More recently, researcher Peter Doshi, of the University of Maryland School of Pharmacy in the United States, and associate editor of BMJ, the scientific journal of the British Medical Association, questioned the transparency of the data related to the Moderna and Pfizer vaccines. In an opinion article published in BMJ, he identified what he considered to be inconsistencies in the studies, primarily that of vaccine BNT162b2.

Buda Mendes / Getty Images Vaccination of an indigenous woman in a village in MaricáBuda Mendes / Getty Images

According to Doshi, Pfizer did not include in the efficacy calculation thousands of cases in the clinical trial that were classified as “suspected Covid-19”—people with symptoms of the illness, but that had not been tested to prove virus infection. A document of the Food and Drug Administration (FDA), the regulating body for medications and foods in the United States, identified “3,410 suspected cases, but not confirmed for Covid-19, in the study’s total population, 1,594 occurring in the vaccinated group, and 1,816 in the placebo group.” “Based only on symptoms, it seems plausible to me that the efficacy of the Pfizer vaccine is below the 50% limit,” says Doshi to Pesquisa FAPESP.

The editor of BMJ identified other problems, based on an analysis of the FDA document, such as the exclusion of 317 individuals from the Pfizer study for reasons of “variance from protocols,” without the pharmaceutical company having to provide more details. Doshi asked the laboratory for answers but has not yet received a response. “They did not release their data. In the best-case scenario, they intend to share it in a year and a half, when the studies are completed.”

Another controversy around CoronaVac came out of the comparison of its Covid-19 efficacy with that of others. After all, why would you take a vaccine with 50% efficacy when there are others with more than 90%? Researchers understand that people have this question, but they maintain that it is not possible to directly compare the efficacy of the vaccines since the methodology used by the pharmaceutical companies in the clinical trials is not the same.

The Butantan, Pfizer, Moderna, and AstraZeneca/Oxford studies overlap on one point: they share the objective of evaluating the protection offered by their vaccines against Covid-19. “The primary outcome of the trials was the clinical manifestation of the disease in the volunteers,” explains Gazzinelli of the SBI. What happened is that the detail of the primary outcome—the definition of the symptoms that should be considered for subsequent PCR molecular testing to confirm infection by SARS-CoV-2—differed among the trials.

In the case of CoronaVac, it was established that the volunteers with the disease would manifest one of 11 symptoms, including migraine, runny nose, diarrhea, headache, shortness of breath, and cough. This would be followed by a diagnostic test using PCR to confirm infection. In other studies, a PCR was also necessary to confirm infection, but fewer symptoms were considered to define the disease (see infographic).
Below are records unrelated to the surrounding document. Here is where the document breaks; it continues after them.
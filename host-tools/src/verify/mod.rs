//! `tidewire verify`: how close the fixed-point core comes to the physics, for one plant.
//!
//! Three runs over the plant's own drive: the core (fixed point, as on the rig), the f64
//! twin (same network, ideal arithmetic) and the exact reference (telegrapher's equations in
//! the frequency domain). Core − exact is the total error; it splits into model error
//! (twin − exact: delay quantization, lumping, bilinear elements) and arithmetic error
//! (core − twin). Each figure is judged against the plant's tolerances.
//!
//! Normalization: voltage probes against the drive step (the drive's peak EMF); current
//! probes against the largest exact current of that probe. The exact reference follows
//! scheduled events (compensation method, see `reference`), so every figure covers the
//! whole run, and each event gets its own figures over the samples until the next one.
//!
//! Final value: checked only where the drive settles to a DC value. A step or a pulse is
//! compared with the DC operating point of the plant as it is after its events (current
//! probes: with the exact reference's last sample); where the exact reference itself is
//! still farther than the final-value tolerance from the DC point at the end of the run,
//! no final-value judgement (`FinalCheck::Unsettled`: the DC point cannot be checked in so
//! short a run, and the max and RMS errors already judge the end). A PWM drive never settles: no final-value check (the max and
//! RMS errors already compare every period with the exact reference), and the result says
//! so. A drive from samples is compared with the exact reference's last sample.

pub mod hold;
pub mod lattice;
pub mod metrics;

use crate::compile::Compiled;
use crate::host_core::{run_core, CoreRun};
use crate::plant::{EventAction, Waveform};
use crate::plant::{Plant, PlantError, ProbeKind};
use crate::reference::{exact_response, ExactOptions};
use crate::twin;
use serde::Serialize;

/// What the final value of a probe was compared with.
#[derive(Debug, Clone, Copy, PartialEq, Eq, Serialize)]
#[serde(rename_all = "snake_case")]
pub enum FinalCheck {
    /// The DC operating point of the plant (after its events) at the drive's final EMF;
    /// for current probes, the exact reference's last sample.
    DcPoint,
    /// The exact reference at the last sample (a drive from samples).
    ExactEnd,
    /// Not checked: the drive is periodic (PWM) and never settles to a DC value.
    NonePeriodic,
    /// The f64 twin at the last sample: the exact reference stops at the first event (an
    /// event it cannot follow).
    TwinEnd,
    /// Not judged: the exact reference has not reached the DC point within the final-value
    /// tolerance by the end of the run (a skin-effect tail outlasts a short run), so the DC
    /// point cannot be checked; `final_expected` is the exact reference's last sample, which
    /// the max and RMS errors already judge.
    Unsettled,
}

impl FinalCheck {
    /// Whether the final value is judged at all (not for a periodic drive, nor where the
    /// exact reference has not settled).
    pub fn judged(self) -> bool {
        !matches!(self, FinalCheck::NonePeriodic | FinalCheck::Unsettled)
    }

    /// The rule for a plant: see the module notes.
    pub fn for_plant(plant: &Plant) -> FinalCheck {
        let drive = match &plant.drive {
            crate::plant::Drive::Source { emf, .. } => emf,
            crate::plant::Drive::Rig { stimulus, .. } => stimulus,
        };
        match drive {
            Waveform::Pwm { .. } => FinalCheck::NonePeriodic,
            Waveform::Samples(_) => FinalCheck::ExactEnd,
            Waveform::Step { .. } | Waveform::Pulse { .. } => FinalCheck::DcPoint,
        }
    }
}

/// Core − exact figures of one probe over the samples after one event.
#[derive(Debug, Clone, PartialEq, Serialize)]
pub struct EventProbeFigures {
    pub name: String,
    pub unit: &'static str,
    pub max_error: f64,
    pub rms_error: f64,
    pub pass_max: bool,
    pub pass_rms: bool,
}

/// One scheduled event and the comparison after it (until the next event or the end).
#[derive(Debug, Clone, PartialEq, Serialize)]
pub struct EventFigures {
    /// Time of the event, s.
    pub at: f64,
    /// First sample computed after the change.
    pub sample: usize,
    /// Samples compared (from `sample` to the next event or the end of the run).
    pub compared: usize,
    /// What changes, in words.
    pub action: String,
    pub probes: Vec<EventProbeFigures>,
}

/// Figures of one probe.
#[derive(Debug, Clone, PartialEq)]
pub struct ProbeFigures {
    pub name: String,
    pub unit: &'static str,
    /// Normalization of the % figures (V for voltages, A for currents).
    pub norm: f64,
    pub max_error: f64,
    pub rms_error: f64,
    /// core − twin, largest (arithmetic error).
    pub arithmetic_error: f64,
    /// twin − exact, largest (model error).
    pub model_error: f64,
    /// The twin over the network with the compiler's enforced Zc(s) networks
    /// (`twin::run_with_zc`) − exact, largest: the model error of what a compile with
    /// `CompileOptions::zc_networks` carries (`docs/zc-model.md`). `None` for a plant in
    /// which no cable run gets a network, or whose compile already carries them (the default:
    /// then `model_error` is that figure).
    pub zc_model_error: Option<f64>,
    /// First-edge arrival (samples) of the core and of the exact reference.
    pub arrival_core: Option<f64>,
    pub arrival_exact: Option<f64>,
    pub final_core: f64,
    /// What `final_expected` is (and whether the final value is checked at all).
    pub final_check: FinalCheck,
    /// DC operating point (voltages) or the exact final value (currents, events, samples);
    /// the exact final value, for information, when not checked.
    pub final_expected: f64,
    /// Settling to 1 % and 5 % of the norm, seconds after the drive's edge.
    pub settle_1: Option<f64>,
    pub settle_5: Option<f64>,
    /// Peak overshoot and undershoot, fractions of the norm.
    pub overshoot: f64,
    pub undershoot: f64,
    pub pass_max: bool,
    pub pass_rms: bool,
    pub pass_final: bool,
    pub pass_arrival: bool,
}

impl ProbeFigures {
    /// Every judged figure within tolerance.
    pub fn pass(&self) -> bool {
        self.pass_max && self.pass_rms && self.pass_final && self.pass_arrival
    }
}

/// All traces of a verification run, for plots and CSV.
#[derive(Debug, Clone, PartialEq)]
pub struct Traces {
    pub core: CoreRun,
    pub twin: twin::Recording,
    pub exact: Vec<Vec<f64>>,
    pub dt: f64,
    /// Samples compared against the exact reference.
    pub exact_len: usize,
}

/// The outcome of `verify`.
#[derive(Debug, Clone, PartialEq)]
pub struct Verification {
    pub probes: Vec<ProbeFigures>,
    pub step: f64,
    pub samples: usize,
    pub exact_samples: usize,
    pub wrap_bound: f64,
    pub tolerances: crate::plant::Tolerances,
    /// One entry per scheduled event inside the run, in time order.
    pub events: Vec<EventFigures>,
    /// The working-point check ([`hold`]), where the caller ran it ([`Verification::hold_check`]).
    pub hold: Option<hold::HoldFigures>,
}

impl Verification {
    pub fn pass(&self) -> bool {
        self.probes.iter().all(|p| p.pass())
            && self.events.iter().all(|e| e.probes.iter().all(|p| p.pass_max && p.pass_rms))
            && self.hold.as_ref().is_none_or(|h| h.pass())
    }

    /// Run the working-point check ([`hold`]) on `c` and keep its figures. Separate from
    /// [`verify`] because it runs the core for up to 2^20 more samples: `tidewire verify` and
    /// the demo run it, a sample-rate search does not.
    pub fn hold_check(&mut self, plant: &Plant, file: &str, c: &Compiled) -> Result<(), PlantError> {
        self.hold =
            hold::check(c, plant.drive.settles_to_dc(), &self.tolerances, self.step).map_err(|e| located(file, e))?;
        Ok(())
    }
}

fn located(file: &str, e: impl std::fmt::Display) -> PlantError {
    PlantError {
        file: file.into(),
        line: 0,
        column: 0,
        field: String::new(),
        message: e.to_string(),
        hint: String::new(),
    }
}

/// Run the three models and judge the figures. `record` lists core lines whose end waves
/// are kept for the lattice view.
pub fn verify(
    plant: &Plant,
    file: &str,
    c: &Compiled,
    record: &[u16],
    progress: &(dyn Fn(usize) + Sync),
) -> Result<(Verification, Traces), PlantError> {
    let n = c.samples;
    let core = run_core(c, n, record, progress).map_err(|e| located(file, e))?;
    let tw = twin::run(c, n, record);
    // Networks the compile left out (option off): the twin with them, to compare.
    let has_zc = c
        .report
        .zc_runs
        .iter()
        .any(|r| !r.compiled && matches!(r.decision, crate::compile::zc_enforce::Decision::Network(_)));
    let tw_zc = has_zc.then(|| twin::run_with_zc(c, n));
    let opts = ExactOptions { samples: n.max(1), ..ExactOptions::for_plant(plant) };
    // An event the exact reference cannot follow (two breaks of one segment): compare with
    // the physics up to the first event only, and say so in the verdict (exact_samples).
    let (ex, exact_len) = match exact_response(plant, &opts) {
        Err(crate::reference::ReferenceError::Unsupported(_)) => {
            let first = c.events.first().map_or(n, |e| e.sample.min(n)).max(1);
            let mut before = plant.clone();
            before.events.clear();
            let ex = exact_response(&before, &ExactOptions { samples: first, ..opts }).map_err(|e| located(file, e))?;
            (ex, first)
        }
        r => (r.map_err(|e| located(file, e))?, n.max(1)),
    };
    let exact: Vec<Vec<f64>> = ex.traces.iter().map(|t| t.values.clone()).collect();
    let step = c.host_drive.emf().iter().fold(0.0f64, |m, x| m.max(x.abs()));
    let e_final = c.host_drive.emf().last().copied().unwrap_or(0.0);
    let dc = crate::reference::dc_operating_point_after_events(plant, e_final, n).ok();
    let edge = c.host_drive.emf().iter().position(|x| x.abs() > 0.0).unwrap_or(0);
    let tol = plant.tolerances;
    let mut probes = vec![];
    for (k, p) in plant.probes.iter().enumerate() {
        let cr = &core.recording.probes[k];
        let tr = &tw.probes[k];
        let xr = &exact[k];
        let is_v = matches!(p.kind, ProbeKind::Voltage(_));
        let norm = if is_v { step } else { xr.iter().fold(0.0f64, |m, v| m.max(v.abs())).max(1e-12) };
        let (max_error, rms_error) = metrics::errors(&cr[..exact_len.min(cr.len())], xr);
        let (arithmetic_error, _) = metrics::errors(cr, tr);
        let (model_error, _) = metrics::errors(&tr[..exact_len.min(tr.len())], xr);
        let zc_model_error =
            tw_zc.as_ref().map(|z| metrics::errors(&z.probes[k][..exact_len.min(z.probes[k].len())], xr).0);
        let level = 0.05 * xr.iter().fold(0.0f64, |m, v| m.max(v.abs()));
        let arrival_exact = metrics::arrival(xr, level);
        let arrival_core = metrics::arrival(&cr[..exact_len.min(cr.len())], level);
        let final_core = cr.last().copied().unwrap_or(0.0);
        let exact_end = xr.last().copied().unwrap_or(0.0);
        let final_check = match FinalCheck::for_plant(plant) {
            FinalCheck::NonePeriodic => FinalCheck::NonePeriodic,
            _ if exact_len < n => FinalCheck::TwinEnd,
            FinalCheck::DcPoint => match (p.kind, &dc) {
                (ProbeKind::Voltage(node), Some(dc)) if (exact_end - dc[node]).abs() > tol.final_error * norm => {
                    FinalCheck::Unsettled
                }
                _ => FinalCheck::DcPoint,
            },
            rule => rule,
        };
        let final_expected = match (p.kind, &dc, final_check) {
            (_, _, FinalCheck::TwinEnd) => tr.last().copied().unwrap_or(0.0),
            (ProbeKind::Voltage(node), Some(dc), FinalCheck::DcPoint) => dc[node],
            _ => exact_end,
        };
        let s = |band: f64| metrics::settling(cr, final_expected, band * norm, edge).map(|k| k as f64 * c.dt);
        let (overshoot, undershoot) = metrics::overshoot(cr, final_expected, norm);
        let pass_arrival = match (arrival_core, arrival_exact) {
            (Some(a), Some(b)) => (a - b).abs() <= tol.arrival_samples,
            (None, None) => true,
            _ => false,
        };
        probes.push(ProbeFigures {
            name: p.name.clone(),
            unit: if is_v { "V" } else { "A" },
            norm,
            max_error,
            rms_error,
            arithmetic_error,
            model_error,
            zc_model_error,
            arrival_core,
            arrival_exact,
            final_core,
            final_check,
            final_expected,
            settle_1: s(0.01),
            settle_5: s(0.05),
            overshoot,
            undershoot,
            pass_max: max_error <= tol.max_error * norm,
            pass_rms: rms_error <= tol.rms_error * norm,
            pass_final: !final_check.judged() || (final_core - final_expected).abs() <= tol.final_error * norm,
            pass_arrival,
        });
    }
    let events =
        if exact_len >= n { event_figures(plant, c, &core.recording.probes, &exact, &probes) } else { Vec::new() };
    let v = Verification {
        probes,
        step,
        samples: n,
        exact_samples: exact_len,
        wrap_bound: ex.wrap_bound,
        tolerances: tol,
        events,
        hold: None,
    };
    Ok((v, Traces { core, twin: tw, exact, dt: c.dt, exact_len }))
}

/// Core − exact figures after each event inside the run (until the next one or the end).
fn event_figures(
    plant: &Plant,
    c: &Compiled,
    core: &[Vec<f64>],
    exact: &[Vec<f64>],
    probes: &[ProbeFigures],
) -> Vec<EventFigures> {
    let n = c.samples;
    let mut evs: Vec<(usize, &crate::plant::Event)> = plant
        .events
        .iter()
        .filter_map(|e| {
            let k = (e.at * plant.sample_rate).round();
            (k.is_finite() && k >= 0.0 && k < n as f64).then_some((k as usize, e))
        })
        .collect();
    evs.sort_by_key(|e| e.0);
    let tol = plant.tolerances;
    (0..evs.len())
        .map(|i| {
            let (k, e) = evs[i];
            let end = evs.get(i + 1).map_or(n, |x| x.0).max(k);
            let action = match e.action {
                EventAction::SetLoad(node, load) => {
                    format!("load of node '{}' becomes {load:?}", plant.nodes.get(node).map_or("?", |x| &x.name))
                }
                EventAction::Break { segment, distance } => format!(
                    "segment '{}' breaks {} from its from end",
                    plant.segments.get(segment).map_or("?", |x| &x.name),
                    crate::si::format(distance, "m")
                ),
            };
            let probes = probes
                .iter()
                .enumerate()
                .map(|(p, f)| {
                    let (a, b) = (&core[p], &exact[p]);
                    let (max_error, rms_error) =
                        metrics::errors(&a[k.min(a.len())..end.min(a.len())], &b[k.min(b.len())..end.min(b.len())]);
                    EventProbeFigures {
                        name: f.name.clone(),
                        unit: f.unit,
                        max_error,
                        rms_error,
                        pass_max: max_error <= tol.max_error * f.norm,
                        pass_rms: rms_error <= tol.rms_error * f.norm,
                    }
                })
                .collect();
            EventFigures { at: e.at, sample: k, compared: end - k, action, probes }
        })
        .collect()
}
“Sinovac and the Butantan Institute used a very sensitive criterion for disease diagnosis. If the volunteer had a single symptom, even if negligible, such as fatigue or runny nose, they would do the PCR. The other vaccines were less rigid,” says Stucchi. “Furthermore, the volunteers were health professionals, a group with higher risk of contracting SARS-CoV-2.” For the UNICAMP infectologist, when CoronaVac is applied en masse, its efficacy can be even greater than that revealed by the study because the general population is less exposed to the virus. “Perhaps we will be finally able to turn Covid-19 into a little flu.”